WORK TO COMPLETE → Each line below from the one containing "category's count is" through the one containing "shares, so the" should be output exactly as it stands, and no other line should appear.

(Collected data entries)

──────────

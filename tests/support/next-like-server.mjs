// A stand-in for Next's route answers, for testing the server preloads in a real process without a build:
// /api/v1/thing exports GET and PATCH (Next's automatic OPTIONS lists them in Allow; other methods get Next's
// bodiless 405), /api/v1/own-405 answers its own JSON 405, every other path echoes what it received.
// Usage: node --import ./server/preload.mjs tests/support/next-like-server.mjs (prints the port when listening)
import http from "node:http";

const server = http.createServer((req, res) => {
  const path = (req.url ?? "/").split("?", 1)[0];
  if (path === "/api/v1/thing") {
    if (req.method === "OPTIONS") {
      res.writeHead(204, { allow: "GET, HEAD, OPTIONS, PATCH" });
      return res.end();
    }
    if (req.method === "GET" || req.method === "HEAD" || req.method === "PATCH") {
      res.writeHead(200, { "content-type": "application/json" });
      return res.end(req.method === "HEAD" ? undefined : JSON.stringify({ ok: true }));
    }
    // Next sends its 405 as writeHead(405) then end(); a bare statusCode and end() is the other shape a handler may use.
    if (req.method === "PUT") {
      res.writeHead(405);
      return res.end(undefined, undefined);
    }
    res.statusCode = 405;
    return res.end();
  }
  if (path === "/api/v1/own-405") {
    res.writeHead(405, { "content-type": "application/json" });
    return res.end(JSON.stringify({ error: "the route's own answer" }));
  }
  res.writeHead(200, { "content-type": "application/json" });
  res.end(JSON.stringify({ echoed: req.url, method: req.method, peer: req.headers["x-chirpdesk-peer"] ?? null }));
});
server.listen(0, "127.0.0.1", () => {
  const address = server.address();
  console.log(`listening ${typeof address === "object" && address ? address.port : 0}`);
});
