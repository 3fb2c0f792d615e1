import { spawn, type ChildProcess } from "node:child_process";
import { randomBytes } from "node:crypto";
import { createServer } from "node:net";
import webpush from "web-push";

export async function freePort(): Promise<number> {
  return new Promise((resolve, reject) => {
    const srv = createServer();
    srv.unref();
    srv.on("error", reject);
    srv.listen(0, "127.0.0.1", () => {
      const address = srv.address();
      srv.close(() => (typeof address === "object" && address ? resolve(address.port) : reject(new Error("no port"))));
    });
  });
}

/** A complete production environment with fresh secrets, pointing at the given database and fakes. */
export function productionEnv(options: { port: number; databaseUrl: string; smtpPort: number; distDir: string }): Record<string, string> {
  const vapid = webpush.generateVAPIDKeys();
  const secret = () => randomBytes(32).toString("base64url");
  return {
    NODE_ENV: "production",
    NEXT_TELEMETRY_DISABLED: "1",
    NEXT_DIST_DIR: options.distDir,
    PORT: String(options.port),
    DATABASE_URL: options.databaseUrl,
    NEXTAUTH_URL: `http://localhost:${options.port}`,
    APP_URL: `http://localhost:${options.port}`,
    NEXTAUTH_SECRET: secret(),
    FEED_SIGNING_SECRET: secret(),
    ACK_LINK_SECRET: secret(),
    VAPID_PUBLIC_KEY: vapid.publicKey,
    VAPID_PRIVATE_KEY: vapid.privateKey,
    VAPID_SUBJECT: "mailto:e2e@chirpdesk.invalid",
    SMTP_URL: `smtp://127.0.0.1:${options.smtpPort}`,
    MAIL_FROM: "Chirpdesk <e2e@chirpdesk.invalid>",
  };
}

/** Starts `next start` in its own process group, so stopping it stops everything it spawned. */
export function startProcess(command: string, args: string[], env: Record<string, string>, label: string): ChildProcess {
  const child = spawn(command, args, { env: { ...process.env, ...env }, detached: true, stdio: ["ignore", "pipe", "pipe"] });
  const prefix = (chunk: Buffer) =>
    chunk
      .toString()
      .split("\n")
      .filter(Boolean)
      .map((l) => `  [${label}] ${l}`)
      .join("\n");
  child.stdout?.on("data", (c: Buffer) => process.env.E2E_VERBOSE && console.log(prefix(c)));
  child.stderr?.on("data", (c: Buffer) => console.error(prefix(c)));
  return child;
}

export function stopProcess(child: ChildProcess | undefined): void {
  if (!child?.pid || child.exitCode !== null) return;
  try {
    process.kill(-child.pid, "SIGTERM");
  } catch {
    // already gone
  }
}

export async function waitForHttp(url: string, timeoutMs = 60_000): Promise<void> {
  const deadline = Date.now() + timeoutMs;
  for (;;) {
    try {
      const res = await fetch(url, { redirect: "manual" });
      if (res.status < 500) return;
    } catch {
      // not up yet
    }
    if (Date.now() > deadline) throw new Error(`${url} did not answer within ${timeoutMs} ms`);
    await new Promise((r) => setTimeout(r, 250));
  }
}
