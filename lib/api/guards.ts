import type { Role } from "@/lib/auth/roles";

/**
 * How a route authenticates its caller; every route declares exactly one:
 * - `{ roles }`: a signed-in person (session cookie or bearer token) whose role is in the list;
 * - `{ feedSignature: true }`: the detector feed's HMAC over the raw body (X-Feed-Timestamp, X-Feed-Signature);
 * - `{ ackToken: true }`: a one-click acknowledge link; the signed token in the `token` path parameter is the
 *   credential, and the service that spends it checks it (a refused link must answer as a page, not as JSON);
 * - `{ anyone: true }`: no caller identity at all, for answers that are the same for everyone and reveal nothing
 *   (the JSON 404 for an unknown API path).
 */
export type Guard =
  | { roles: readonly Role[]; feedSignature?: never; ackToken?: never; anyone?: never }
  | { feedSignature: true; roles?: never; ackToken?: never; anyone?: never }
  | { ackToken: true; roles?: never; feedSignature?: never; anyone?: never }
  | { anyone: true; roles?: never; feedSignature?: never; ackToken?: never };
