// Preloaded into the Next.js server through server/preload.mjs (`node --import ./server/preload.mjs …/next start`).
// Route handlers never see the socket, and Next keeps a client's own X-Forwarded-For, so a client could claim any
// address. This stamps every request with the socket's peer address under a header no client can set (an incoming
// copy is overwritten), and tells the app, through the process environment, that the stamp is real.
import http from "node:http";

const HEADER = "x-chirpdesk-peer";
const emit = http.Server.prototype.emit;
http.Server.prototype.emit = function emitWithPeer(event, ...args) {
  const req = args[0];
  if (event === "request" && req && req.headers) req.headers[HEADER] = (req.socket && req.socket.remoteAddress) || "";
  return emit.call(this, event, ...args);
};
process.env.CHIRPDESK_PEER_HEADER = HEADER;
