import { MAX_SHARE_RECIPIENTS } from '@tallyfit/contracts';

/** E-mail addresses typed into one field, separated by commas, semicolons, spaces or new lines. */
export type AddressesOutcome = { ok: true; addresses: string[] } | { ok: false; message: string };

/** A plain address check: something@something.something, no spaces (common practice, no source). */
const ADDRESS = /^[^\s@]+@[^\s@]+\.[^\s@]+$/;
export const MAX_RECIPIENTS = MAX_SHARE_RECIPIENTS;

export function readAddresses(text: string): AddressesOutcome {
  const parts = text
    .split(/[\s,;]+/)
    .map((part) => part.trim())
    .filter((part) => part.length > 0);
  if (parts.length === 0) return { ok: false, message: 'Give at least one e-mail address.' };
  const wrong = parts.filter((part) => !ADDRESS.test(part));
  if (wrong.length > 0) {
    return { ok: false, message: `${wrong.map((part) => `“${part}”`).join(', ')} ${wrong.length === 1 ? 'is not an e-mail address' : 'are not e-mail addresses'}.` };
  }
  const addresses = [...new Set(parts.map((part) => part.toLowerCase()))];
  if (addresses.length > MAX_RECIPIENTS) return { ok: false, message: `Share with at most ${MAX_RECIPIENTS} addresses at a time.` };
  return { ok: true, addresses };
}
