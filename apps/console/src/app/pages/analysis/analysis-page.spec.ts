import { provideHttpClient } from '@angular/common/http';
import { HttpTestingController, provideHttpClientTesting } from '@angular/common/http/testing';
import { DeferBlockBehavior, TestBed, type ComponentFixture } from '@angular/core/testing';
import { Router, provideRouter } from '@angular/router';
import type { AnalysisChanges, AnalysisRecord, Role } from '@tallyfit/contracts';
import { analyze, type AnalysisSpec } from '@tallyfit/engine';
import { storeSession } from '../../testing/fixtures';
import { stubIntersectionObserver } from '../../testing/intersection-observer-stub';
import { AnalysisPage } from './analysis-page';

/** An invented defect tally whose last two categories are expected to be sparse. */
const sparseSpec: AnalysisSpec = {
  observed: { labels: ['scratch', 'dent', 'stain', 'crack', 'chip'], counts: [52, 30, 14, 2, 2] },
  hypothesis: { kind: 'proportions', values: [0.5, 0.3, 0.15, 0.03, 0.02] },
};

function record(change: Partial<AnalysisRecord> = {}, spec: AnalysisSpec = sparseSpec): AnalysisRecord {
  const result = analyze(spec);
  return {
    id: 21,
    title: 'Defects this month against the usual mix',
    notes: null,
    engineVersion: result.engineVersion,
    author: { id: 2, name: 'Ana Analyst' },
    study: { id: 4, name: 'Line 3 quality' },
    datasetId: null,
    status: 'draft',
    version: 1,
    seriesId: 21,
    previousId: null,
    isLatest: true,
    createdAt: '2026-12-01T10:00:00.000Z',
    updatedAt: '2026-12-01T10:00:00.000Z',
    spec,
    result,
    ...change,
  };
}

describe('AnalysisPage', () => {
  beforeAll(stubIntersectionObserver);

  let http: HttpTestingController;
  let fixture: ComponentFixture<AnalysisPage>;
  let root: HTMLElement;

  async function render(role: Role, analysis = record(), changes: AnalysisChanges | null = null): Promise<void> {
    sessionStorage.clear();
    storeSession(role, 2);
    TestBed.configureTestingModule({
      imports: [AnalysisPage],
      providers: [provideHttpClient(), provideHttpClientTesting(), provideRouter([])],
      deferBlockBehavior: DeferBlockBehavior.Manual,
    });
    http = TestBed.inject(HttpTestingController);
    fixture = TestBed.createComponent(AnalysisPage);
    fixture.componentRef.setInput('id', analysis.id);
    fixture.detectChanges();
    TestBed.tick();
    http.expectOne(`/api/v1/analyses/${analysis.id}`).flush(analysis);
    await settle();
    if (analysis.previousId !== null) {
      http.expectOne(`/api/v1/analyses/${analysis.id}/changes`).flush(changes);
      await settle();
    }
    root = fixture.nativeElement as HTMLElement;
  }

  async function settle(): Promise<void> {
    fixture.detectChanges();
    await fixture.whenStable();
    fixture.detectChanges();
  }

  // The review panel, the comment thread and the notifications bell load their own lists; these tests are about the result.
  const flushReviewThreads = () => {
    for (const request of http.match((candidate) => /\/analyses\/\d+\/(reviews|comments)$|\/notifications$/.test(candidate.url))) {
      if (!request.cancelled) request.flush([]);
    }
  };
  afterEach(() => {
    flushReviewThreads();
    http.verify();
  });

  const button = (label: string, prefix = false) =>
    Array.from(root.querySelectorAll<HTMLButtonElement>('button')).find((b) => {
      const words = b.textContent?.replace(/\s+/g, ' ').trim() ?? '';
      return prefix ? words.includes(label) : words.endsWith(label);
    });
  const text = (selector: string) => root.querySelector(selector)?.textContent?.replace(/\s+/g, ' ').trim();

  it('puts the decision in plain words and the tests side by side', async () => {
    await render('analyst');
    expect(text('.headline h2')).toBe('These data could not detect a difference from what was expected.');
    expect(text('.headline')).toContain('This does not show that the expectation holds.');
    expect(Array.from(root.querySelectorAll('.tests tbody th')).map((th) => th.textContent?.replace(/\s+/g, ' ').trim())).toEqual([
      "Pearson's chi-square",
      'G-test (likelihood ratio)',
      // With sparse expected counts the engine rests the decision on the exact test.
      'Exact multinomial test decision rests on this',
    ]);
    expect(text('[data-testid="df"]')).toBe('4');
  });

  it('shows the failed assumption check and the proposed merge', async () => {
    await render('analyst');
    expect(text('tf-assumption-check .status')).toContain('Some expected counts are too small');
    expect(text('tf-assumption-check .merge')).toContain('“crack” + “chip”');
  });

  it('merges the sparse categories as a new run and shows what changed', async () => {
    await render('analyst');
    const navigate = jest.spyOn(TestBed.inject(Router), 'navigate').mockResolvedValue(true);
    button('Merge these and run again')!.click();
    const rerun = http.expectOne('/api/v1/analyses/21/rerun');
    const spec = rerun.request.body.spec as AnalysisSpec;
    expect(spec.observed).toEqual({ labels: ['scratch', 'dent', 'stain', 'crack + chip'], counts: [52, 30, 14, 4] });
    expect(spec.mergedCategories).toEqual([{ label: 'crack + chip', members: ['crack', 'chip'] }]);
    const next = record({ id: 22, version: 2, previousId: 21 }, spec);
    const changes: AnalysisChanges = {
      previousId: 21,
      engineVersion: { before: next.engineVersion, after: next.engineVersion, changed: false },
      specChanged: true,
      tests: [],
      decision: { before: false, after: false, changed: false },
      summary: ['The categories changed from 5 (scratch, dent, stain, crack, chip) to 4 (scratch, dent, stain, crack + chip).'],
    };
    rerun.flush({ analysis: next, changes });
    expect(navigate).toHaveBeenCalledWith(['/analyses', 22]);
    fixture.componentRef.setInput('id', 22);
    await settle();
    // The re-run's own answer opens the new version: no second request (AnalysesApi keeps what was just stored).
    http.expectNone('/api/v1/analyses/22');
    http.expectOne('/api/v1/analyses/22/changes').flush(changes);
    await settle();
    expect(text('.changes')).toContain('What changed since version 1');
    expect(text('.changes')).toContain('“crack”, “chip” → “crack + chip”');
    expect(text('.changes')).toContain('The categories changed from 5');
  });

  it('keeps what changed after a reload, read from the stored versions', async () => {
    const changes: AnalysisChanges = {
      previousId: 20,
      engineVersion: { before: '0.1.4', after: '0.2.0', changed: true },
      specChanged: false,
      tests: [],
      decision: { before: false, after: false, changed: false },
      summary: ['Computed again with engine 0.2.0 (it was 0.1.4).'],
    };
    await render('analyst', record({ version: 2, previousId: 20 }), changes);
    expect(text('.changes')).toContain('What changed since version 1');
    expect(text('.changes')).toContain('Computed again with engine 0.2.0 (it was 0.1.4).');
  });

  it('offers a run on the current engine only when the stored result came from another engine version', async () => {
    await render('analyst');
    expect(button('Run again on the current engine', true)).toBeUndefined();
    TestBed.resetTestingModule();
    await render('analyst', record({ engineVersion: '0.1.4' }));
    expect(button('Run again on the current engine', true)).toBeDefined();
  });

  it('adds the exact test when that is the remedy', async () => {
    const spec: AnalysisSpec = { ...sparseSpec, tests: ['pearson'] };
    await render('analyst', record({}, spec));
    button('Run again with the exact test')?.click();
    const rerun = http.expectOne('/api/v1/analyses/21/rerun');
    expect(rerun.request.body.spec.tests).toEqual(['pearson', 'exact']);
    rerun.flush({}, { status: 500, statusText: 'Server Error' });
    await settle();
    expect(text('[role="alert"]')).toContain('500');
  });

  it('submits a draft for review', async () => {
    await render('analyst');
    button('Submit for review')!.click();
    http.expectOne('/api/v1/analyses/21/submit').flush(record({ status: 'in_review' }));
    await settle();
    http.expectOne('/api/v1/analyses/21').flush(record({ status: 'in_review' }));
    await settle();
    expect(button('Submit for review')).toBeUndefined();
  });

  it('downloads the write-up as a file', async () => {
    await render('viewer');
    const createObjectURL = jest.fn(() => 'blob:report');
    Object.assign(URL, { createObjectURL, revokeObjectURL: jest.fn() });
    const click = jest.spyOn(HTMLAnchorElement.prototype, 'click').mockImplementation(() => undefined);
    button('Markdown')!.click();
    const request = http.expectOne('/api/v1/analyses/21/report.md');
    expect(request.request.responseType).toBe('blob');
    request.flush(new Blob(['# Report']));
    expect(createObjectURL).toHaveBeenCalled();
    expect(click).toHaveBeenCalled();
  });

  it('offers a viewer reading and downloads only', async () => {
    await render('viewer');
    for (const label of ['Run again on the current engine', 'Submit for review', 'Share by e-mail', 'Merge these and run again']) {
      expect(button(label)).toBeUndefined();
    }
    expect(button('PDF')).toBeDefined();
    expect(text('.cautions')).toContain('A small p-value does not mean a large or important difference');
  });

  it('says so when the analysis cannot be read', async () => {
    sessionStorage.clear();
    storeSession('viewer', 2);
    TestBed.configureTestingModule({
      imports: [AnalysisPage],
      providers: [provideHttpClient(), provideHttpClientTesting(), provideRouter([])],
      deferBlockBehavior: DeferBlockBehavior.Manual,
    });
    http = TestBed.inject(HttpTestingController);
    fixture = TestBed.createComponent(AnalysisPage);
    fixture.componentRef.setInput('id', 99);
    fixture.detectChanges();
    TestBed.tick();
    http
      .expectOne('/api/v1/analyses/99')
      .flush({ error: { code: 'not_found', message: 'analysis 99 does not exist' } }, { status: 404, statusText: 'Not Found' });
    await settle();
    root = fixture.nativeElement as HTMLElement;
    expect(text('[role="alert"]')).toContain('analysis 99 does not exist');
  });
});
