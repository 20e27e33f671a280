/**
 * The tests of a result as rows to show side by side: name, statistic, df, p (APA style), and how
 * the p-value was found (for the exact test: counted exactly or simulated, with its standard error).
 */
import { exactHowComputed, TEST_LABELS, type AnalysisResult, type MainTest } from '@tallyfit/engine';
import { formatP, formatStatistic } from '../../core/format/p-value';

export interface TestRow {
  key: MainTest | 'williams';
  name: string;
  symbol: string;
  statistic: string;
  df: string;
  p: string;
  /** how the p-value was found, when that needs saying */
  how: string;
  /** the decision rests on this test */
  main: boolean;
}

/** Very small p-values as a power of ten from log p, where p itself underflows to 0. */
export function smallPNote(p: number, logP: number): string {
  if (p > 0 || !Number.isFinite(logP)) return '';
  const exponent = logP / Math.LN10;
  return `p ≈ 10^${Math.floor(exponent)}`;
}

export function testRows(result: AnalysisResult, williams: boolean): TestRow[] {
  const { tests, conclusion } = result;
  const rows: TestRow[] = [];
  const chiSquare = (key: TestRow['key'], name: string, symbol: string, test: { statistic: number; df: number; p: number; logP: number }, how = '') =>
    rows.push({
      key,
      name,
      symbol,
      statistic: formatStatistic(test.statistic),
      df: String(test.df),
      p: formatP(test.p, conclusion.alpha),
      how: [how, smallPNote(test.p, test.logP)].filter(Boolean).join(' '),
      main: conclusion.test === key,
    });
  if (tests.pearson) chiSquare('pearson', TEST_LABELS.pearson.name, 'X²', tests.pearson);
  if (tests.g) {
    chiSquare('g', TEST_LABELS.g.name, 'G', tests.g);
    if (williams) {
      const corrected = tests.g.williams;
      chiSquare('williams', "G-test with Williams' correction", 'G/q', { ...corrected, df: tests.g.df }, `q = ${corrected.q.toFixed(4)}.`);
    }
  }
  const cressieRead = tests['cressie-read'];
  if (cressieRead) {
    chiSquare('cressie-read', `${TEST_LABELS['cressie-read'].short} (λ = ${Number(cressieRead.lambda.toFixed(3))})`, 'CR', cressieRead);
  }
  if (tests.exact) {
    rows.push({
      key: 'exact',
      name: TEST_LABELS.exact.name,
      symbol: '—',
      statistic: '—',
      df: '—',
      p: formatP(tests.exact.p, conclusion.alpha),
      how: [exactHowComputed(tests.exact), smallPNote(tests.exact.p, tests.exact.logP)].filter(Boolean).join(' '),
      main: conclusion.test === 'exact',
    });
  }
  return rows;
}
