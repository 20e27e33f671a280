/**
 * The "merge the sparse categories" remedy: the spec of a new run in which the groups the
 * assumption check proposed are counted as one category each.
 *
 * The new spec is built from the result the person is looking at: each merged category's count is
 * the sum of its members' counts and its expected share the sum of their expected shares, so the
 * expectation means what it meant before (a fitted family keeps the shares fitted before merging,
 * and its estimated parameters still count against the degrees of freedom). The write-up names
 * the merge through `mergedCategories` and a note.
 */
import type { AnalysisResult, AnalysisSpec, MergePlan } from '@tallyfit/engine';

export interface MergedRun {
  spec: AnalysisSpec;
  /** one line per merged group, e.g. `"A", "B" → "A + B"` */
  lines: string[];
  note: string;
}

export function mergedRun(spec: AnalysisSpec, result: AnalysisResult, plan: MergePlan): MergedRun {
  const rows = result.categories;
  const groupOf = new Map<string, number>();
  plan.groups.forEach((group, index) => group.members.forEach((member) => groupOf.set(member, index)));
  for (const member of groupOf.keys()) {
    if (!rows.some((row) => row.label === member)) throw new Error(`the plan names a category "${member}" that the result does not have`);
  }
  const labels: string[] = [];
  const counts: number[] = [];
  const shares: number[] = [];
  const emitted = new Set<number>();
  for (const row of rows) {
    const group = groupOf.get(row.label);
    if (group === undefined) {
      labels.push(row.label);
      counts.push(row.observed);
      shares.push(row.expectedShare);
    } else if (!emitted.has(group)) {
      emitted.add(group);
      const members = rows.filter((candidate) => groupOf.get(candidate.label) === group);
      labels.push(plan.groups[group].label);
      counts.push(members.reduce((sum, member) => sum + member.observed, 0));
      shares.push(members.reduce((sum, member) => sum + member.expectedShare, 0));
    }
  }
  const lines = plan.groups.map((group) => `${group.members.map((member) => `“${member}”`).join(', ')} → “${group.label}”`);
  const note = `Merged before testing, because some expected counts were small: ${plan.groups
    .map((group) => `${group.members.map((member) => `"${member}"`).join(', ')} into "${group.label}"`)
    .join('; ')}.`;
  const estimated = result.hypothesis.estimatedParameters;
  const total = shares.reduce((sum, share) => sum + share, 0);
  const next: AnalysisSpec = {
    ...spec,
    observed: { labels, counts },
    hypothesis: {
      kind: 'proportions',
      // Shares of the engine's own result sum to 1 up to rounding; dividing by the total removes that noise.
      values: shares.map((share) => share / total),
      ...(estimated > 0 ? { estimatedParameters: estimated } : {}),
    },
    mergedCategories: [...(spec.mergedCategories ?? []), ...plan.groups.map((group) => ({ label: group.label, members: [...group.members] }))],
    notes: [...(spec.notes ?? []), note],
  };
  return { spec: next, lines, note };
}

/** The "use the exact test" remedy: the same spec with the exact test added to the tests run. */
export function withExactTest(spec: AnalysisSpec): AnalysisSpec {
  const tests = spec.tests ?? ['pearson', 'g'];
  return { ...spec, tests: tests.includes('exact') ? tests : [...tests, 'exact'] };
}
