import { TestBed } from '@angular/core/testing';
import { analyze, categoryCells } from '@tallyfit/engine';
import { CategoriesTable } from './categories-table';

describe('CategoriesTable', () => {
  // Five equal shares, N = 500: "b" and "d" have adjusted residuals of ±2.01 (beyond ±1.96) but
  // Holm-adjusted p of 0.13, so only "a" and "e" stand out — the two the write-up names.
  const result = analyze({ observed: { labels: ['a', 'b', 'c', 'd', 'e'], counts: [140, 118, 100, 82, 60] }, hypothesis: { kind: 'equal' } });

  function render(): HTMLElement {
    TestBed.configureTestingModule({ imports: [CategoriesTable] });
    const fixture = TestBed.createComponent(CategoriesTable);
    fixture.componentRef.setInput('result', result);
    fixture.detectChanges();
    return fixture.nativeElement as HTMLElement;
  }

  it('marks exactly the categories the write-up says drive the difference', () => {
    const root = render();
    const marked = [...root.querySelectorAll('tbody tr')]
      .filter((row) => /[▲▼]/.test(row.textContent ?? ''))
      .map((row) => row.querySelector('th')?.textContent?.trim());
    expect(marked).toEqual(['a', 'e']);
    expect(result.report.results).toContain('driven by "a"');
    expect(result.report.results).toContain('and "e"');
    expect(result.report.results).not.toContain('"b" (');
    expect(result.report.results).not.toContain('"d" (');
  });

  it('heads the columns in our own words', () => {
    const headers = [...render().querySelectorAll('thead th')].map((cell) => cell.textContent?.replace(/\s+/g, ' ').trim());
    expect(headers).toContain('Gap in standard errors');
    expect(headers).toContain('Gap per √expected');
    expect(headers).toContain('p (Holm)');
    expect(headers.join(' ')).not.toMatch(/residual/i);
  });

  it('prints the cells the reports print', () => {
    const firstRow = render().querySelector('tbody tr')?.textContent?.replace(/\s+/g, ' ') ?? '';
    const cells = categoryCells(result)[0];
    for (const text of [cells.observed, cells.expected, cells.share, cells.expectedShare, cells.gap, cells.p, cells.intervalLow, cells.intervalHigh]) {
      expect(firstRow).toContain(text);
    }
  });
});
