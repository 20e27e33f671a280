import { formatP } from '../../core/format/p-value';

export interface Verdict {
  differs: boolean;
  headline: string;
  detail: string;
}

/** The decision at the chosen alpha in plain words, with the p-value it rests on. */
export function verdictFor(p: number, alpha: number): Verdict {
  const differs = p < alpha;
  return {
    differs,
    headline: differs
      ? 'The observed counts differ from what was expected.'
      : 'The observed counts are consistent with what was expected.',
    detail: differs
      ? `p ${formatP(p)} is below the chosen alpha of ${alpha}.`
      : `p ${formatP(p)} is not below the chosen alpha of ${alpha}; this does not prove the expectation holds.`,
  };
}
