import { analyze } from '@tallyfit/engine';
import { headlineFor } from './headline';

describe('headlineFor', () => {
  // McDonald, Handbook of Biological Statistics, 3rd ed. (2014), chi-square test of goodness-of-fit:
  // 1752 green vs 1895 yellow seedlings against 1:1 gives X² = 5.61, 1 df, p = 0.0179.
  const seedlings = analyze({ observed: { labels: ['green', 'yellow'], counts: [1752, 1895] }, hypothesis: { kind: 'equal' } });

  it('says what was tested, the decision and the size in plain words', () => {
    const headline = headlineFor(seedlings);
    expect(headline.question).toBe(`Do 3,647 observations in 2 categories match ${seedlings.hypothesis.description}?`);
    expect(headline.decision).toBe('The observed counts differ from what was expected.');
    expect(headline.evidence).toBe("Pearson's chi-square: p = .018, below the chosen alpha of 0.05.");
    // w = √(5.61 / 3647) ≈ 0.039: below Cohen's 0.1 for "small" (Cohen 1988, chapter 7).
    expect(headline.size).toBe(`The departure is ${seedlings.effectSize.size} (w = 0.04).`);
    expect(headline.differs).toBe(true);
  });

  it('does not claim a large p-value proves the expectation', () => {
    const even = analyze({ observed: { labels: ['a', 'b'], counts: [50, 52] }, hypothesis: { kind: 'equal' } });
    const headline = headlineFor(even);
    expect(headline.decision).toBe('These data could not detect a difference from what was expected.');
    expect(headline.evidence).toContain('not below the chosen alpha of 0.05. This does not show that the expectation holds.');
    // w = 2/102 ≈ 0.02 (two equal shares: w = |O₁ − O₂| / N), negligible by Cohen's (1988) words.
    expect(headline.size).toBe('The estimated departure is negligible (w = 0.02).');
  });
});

──────────

ANSWER →
 * The new spec is built from the result the person is looking at: each merged category's count is
 * the sum of its members' counts and its expected share the sum of their expected shares, so the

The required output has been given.